• Directions for this task:
Find every line in the records below that contains the word "curveFitProblem", and copy each such line.

Items from a data source
┌──
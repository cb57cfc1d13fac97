import { describe, expect, it } from 'vitest';
import { curveFitProblem, weightedLeastSquares, type CurveModel } from './least-squares';
import { ellipsePoints, jointConfidenceEllipse } from './ellipse';
import { fQuantile } from './statistics';

// Straight-line data: for a model linear in its parameters the linearised joint region is exact, so on the
// ellipse boundary S(b) − S(b̂) = p·s²·F(p, n−p, 0.95) must hold exactly (Draper & Smith 1998, §24.5;
// Bates & Watts 1988, eq. 3.3).
const x = [0, 1, 2, 3, 4, 5, 6, 7];
const y = [1.2, 2.8, 5.3, 6.9, 9.2, 10.8, 13.1, 15.2];
const line: CurveModel = (xi, b) => ({ value: b[0] + b[1] * xi, gradient: [1, xi] });
const problem = curveFitProblem({ x, y, uncertainty: x.map(() => 1) }, line, ['a', 'b']);
const sumSquares = (b: number[]) => Array.from(problem.evaluate(b).residuals).reduce((s, r) => s + r * r, 0);

describe('joint 95 % confidence ellipse', () => {
  const fit = weightedLeastSquares(problem, { initialParameters: [1, 1] });
  const center: [number, number] = [fit.parameters[0], fit.parameters[1]];

  it('scaled case: every boundary point has ΔS = p·F(p, n−p, 0.95)·s²', () => {
    const ellipse = jointConfidenceEllipse(center, fit.covarianceScaled!, 'reduced-chi2', x.length);
    expect(ellipse.method).toBe('scaled-F');
    expect(ellipse.description).toContain('ΔS ≤ p·F(p, n−p, 0.95)·s²');
    const s2 = fit.chi2 / fit.dof;
    const target = 2 * fQuantile(0.95, 2, x.length - 2) * s2;
    expect(ellipse.points).toHaveLength(72);
    for (const point of ellipse.points) expect(sumSquares(point) - fit.chi2).toBeCloseTo(target, 8);
  });

  it('unscaled case: every boundary point has Δχ² = 5.991 (χ²₂ upper 5 % point, NIST/SEMATECH e-Handbook §1.3.6.7.4, from memory)', () => {
    const ellipse = jointConfidenceEllipse(center, fit.covarianceUnscaled!, 'none', x.length);
    expect(ellipse.method).toBe('unscaled-chi2');
    expect(ellipse.radiusSquared).toBeCloseTo(5.991, 3);
    for (const point of ellipse.points) expect(sumSquares(point) - fit.chi2).toBeCloseTo(ellipse.radiusSquared, 8);
  });

  it('the ellipse reaches ±√k·σ in each parameter (its bounding box)', () => {
    const ellipse = ellipsePoints(
      [0, 0],
      [
        [4, 1.2],
        [1.2, 1],
      ],
      1,
      3600,
    );
    expect(Math.max(...ellipse.map((p) => p[0]))).toBeCloseTo(2, 5);
    expect(Math.max(...ellipse.map((p) => p[1]))).toBeCloseTo(1, 5);
  });

  it('rejects a covariance that is not positive definite and too few points for the F region', () => {
    expect(() =>
      ellipsePoints(
        [0, 0],
        [
          [1, 2],
          [2, 1],
        ],
        1,
      ),
    ).toThrow('ellipsePoints: the covariance is not positive definite');
    expect(() =>
      ellipsePoints(
        [0, 0],
        [
          [-1, 0],
          [0, 1],
        ],
        1,
      ),
    ).toThrow('symmetric 2×2 matrix with positive diagonal');
    expect(() =>
      jointConfidenceEllipse(
        [0, 0],
        [
          [1, 0],
          [0, 1],
        ],
        'reduced-chi2',
        2,
      ),
    ).toThrow('needs n > 2 points, got 2');
  });
});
└──
• Written response:
import { curveFitProblem, weightedLeastSquares, type CurveModel } from './least-squares';
const problem = curveFitProblem({ x, y, uncertainty: x.map(() => 1) }, line, ['a', 'b']);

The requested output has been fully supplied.